## WORK REQUEST
Report every line of the records that contains the word "decrease".

## Collected data entries
⁂

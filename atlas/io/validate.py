"""Checks shared by every reader; each failure raises ``InputError(path, reason)``.

Readers call these at their boundary so that a bad file always ends as one clear
line, never as a library traceback.  :func:`build` is the one way a reader turns
checked arrays into a Spectrum (it reverses descending wavelengths, applies the
medium override and sets ``source_path``, ``source_sha256`` and ``format``).
"""

from __future__ import annotations

import functools
import os
import re

import numpy as np

from atlas.errors import InputError

#: Spellings of wavelength units we accept beside astropy's own names.
_UNIT_ALIASES = {
    "a": "Angstrom",
    "aa": "Angstrom",
    "å": "Angstrom",
    "angstrom": "Angstrom",
    "angstroms": "Angstrom",
    "ang": "Angstrom",
    "nm": "nm",
    "nanometer": "nm",
    "nanometers": "nm",
    "nanometre": "nm",
    "nanometres": "nm",
    "um": "um",
    "µm": "um",
    "μm": "um",
    "micron": "um",
    "microns": "um",
    "micrometer": "um",
    "micrometers": "um",
    "m": "m",
    "meter": "m",
    "meters": "m",
    "metre": "m",
    "metres": "m",
    "cm": "cm",
    "mm": "mm",
    "pm": "pm",
}

MEDIUM_OPTIONS = ("air", "vacuum")

#: Where a file names no wavelength unit: the unit whose range holds all values
#: (common practice for ultraviolet to infrared spectra).  Å and nm overlap in
#: 2,000-3,000; values there are ambiguous and refused.
INFERRED_UNIT_RANGES = (("Angstrom", 2000.0, 30000.0), ("nm", 200.0, 3000.0), ("um", 0.2, 30.0))
_UNIT_SHOWN = {"Angstrom": "Å", "nm": "nm", "um": "µm"}


def check_file(path) -> str:
    """The path as a string, after checking it names a non-empty regular file."""
    p = os.fspath(path)
    if not os.path.exists(p):
        raise InputError(p, "no such file")
    if os.path.isdir(p):
        raise InputError(p, "is a folder, not a spectrum file")
    try:
        size = os.path.getsize(p)
    except OSError as exc:
        raise InputError(p, f"cannot read file ({exc.strerror or exc})") from None
    if size == 0:
        raise InputError(p, "empty file (0 bytes)")
    return p


def sniffer(can_read):
    """Make a ``can_read`` function answer False instead of raising, whatever the file holds."""

    @functools.wraps(can_read)
    def safe(path) -> bool:
        try:
            return bool(can_read(path))
        except Exception:
            return False

    return safe


def head_bytes(path, n: int = 2880) -> bytes:
    """The first ``n`` bytes of a file (empty on any error: used by cheap sniffers)."""
    try:
        with open(path, "rb") as fh:
            return fh.read(n)
    except OSError:
        return b""


def is_fits(path) -> bool:
    """True when the file starts like a FITS file (``SIMPLE  =`` in the first card)."""
    return head_bytes(path, 30).startswith(b"SIMPLE  =")


def wavelength_unit(text, path, what: str):
    """An astropy length unit from a unit string such as ``Angstrom``, ``nm``, ``um``.

    Raises ``InputError`` for a string that is no unit or not a length.
    """
    import astropy.units as u

    raw = "" if text is None else str(text).strip()
    if not raw:
        raise InputError(path, f"no wavelength unit for {what}")
    name = _UNIT_ALIASES.get(raw.lower(), raw)
    try:
        unit = u.Unit(name, parse_strict="raise")
    except (ValueError, TypeError):
        try:
            unit = u.Unit(name, format="fits", parse_strict="raise")
        except (ValueError, TypeError):
            raise InputError(path, f"unknown unit {raw!r} for {what}") from None
    if unit.physical_type != "length":
        raise InputError(path, f"unit {raw!r} of {what} is not a wavelength unit")
    return unit


def infer_unit(values, path):
    """(astropy unit, one-line note) from the range of wavelengths given without a unit.

    ``InputError`` when no range or more than one holds every finite value.
    """
    import astropy.units as u

    v = np.asarray(values, dtype=np.float64)
    v = v[np.isfinite(v)]
    if v.size == 0:
        raise InputError(path, "no finite wavelengths to tell their unit from")
    lo, hi = float(v.min()), float(v.max())
    fits = [name for name, a, b in INFERRED_UNIT_RANGES if a <= lo and hi <= b]
    span = f"{lo:,.6g}–{hi:,.6g}"
    if len(fits) != 1:
        why = (
            "fits both " + " and ".join(_UNIT_SHOWN[f] for f in fits)
            if fits
            else "fits no usual unit"
        )
        raise InputError(
            path, f"no wavelength unit in the file and the values {span} {why}; give --wave-unit"
        )
    note = (
        f"wavelength unit inferred as {_UNIT_SHOWN[fits[0]]} from the values {span}"
        " (the file names none; --wave-unit overrides)"
    )
    return u.Unit(fits[0]), note


def to_angstrom(values, unit) -> np.ndarray:
    """Values in ``unit`` (an astropy length unit) as float64 Å."""
    import astropy.units as u

    return (np.asarray(values, dtype=np.float64) * unit).to_value(u.AA)


def check_medium_option(medium) -> str | None:
    """``None``, ``air`` or ``vacuum``; anything else is an ``InputError`` on ``--medium``."""
    if medium is None:
        return None
    m = str(medium).strip().lower()
    if m not in MEDIUM_OPTIONS:
        raise InputError("--medium", f"must be air or vacuum, not {medium!r}")
    return m


def check_wavelengths(wave, path, what: str = "wavelengths") -> bool:
    """Check one run of wavelengths; True when they decrease (the caller reverses them).

    Refuses non-finite values, fewer than two samples, repeated values and
    values that neither only increase nor only decrease.
    """
    w = np.asarray(wave, dtype=np.float64)
    if w.ndim != 1:
        raise InputError(path, f"{what} are not one-dimensional")
    if w.size < 2:
        raise InputError(path, f"{what}: fewer than 2 samples")
    bad = ~np.isfinite(w)
    if bad.any():
        i = int(np.flatnonzero(bad)[0])
        raise InputError(
            path,
            f"non-finite {what} (NaN or infinite) at sample {i} ({int(bad.sum())} in all)",
        )
    d = np.diff(w)
    same = d == 0
    if same.any():
        i = int(np.flatnonzero(same)[0])
        raise InputError(
            path,
            f"repeated {what}: {w[i]:.6g} at samples {i} and {i + 1} (must be strictly monotonic)",
        )
    up = d > 0
    if up.all():
        return False
    if not up.any():
        return True
    i = int(np.flatnonzero(up != up[0])[0]) + 1
    raise InputError(path, f"{what} are not monotonic (shuffled): direction changes at sample {i}")


def check_same_length(path, **arrays) -> None:
    """All named arrays have the same shape, or an ``InputError`` naming them."""
    shapes = {k: np.shape(v) for k, v in arrays.items() if v is not None}
    if len(set(shapes.values())) > 1:
        desc = ", ".join(f"{k} {_shape_text(s)}" for k, s in shapes.items())
        raise InputError(path, f"length mismatch: {desc}")


def _shape_text(shape) -> str:
    return str(shape[0]) if len(shape) == 1 else "x".join(map(str, shape))


def check_flux(flux, path) -> None:
    """Refuse a flux array with no finite value at all."""
    f = np.asarray(flux, dtype=np.float64)
    if f.size == 0:
        raise InputError(path, "no samples")
    if not np.isfinite(f).any():
        raise InputError(path, "flux is NaN (or infinite) everywhere: no usable samples")


def short_reason(exc: BaseException, limit: int = 120) -> str:
    """One short line from a library exception, for the end of an error message."""
    text = " ".join(str(exc).split()) or type(exc).__name__
    text = re.sub(r"\s+", " ", text)
    return text if len(text) <= limit else text[: limit - 3] + "..."


def build(
    path,
    fmt: str,
    wave_A,
    flux,
    uncertainty=None,
    *,
    medium: str = "unknown",
    medium_option: str | None = None,
    attrs: dict | None = None,
    mask=None,
):
    """Check arrays and make the Spectrum (wavelength in Å, along the last axis).

    1-D arrays give ``sample``; 2-D arrays give ``order``, ``sample``, each order
    checked and reversed on its own.  ``medium_option`` (``air``/``vacuum``)
    overrides the file's medium.  ``mask`` (True = bad sample) is kept beside the
    NaN-flux mask.
    """
    from atlas.spectrum import make_spectrum, sha256_of

    p = os.fspath(path)
    wave = np.array(wave_A, dtype=np.float64)
    flx = np.array(flux, dtype=np.float64)
    unc = None if uncertainty is None else np.array(uncertainty, dtype=np.float64)
    bad = None if mask is None else np.array(mask, dtype=bool)
    check_same_length(p, wavelength=wave, flux=flx, uncertainty=unc, mask=bad)
    check_flux(flx, p)
    if bad is not None and bad.all():
        raise InputError(
            p, "every sample is flagged bad (quality or valid-pixel flags): no usable samples"
        )
    if wave.ndim == 1:
        if check_wavelengths(wave, p):
            wave, flx = wave[::-1].copy(), flx[::-1].copy()
            unc = None if unc is None else unc[::-1].copy()
            bad = None if bad is None else bad[::-1].copy()
    elif wave.ndim == 2:
        for k in range(wave.shape[0]):
            if check_wavelengths(wave[k], p, what=f"wavelengths of order {k}"):
                for arr in (wave, flx, unc, bad):
                    if arr is not None:
                        arr[k] = arr[k, ::-1]
    else:
        raise InputError(p, f"data has {wave.ndim} dimensions; expected 1 (spectrum) or 2 (orders)")
    chosen = check_medium_option(medium_option) or medium
    meta = dict(attrs or {})
    meta.update(source_path=os.path.abspath(p), source_sha256=sha256_of(p), format=fmt)
    return make_spectrum(wave, flx, unc, bad, medium=chosen, **meta)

⁂

## REPLY
    """Check one run of wavelengths; True when they decrease (the caller reverses them).
    values that neither only increase nor only decrease.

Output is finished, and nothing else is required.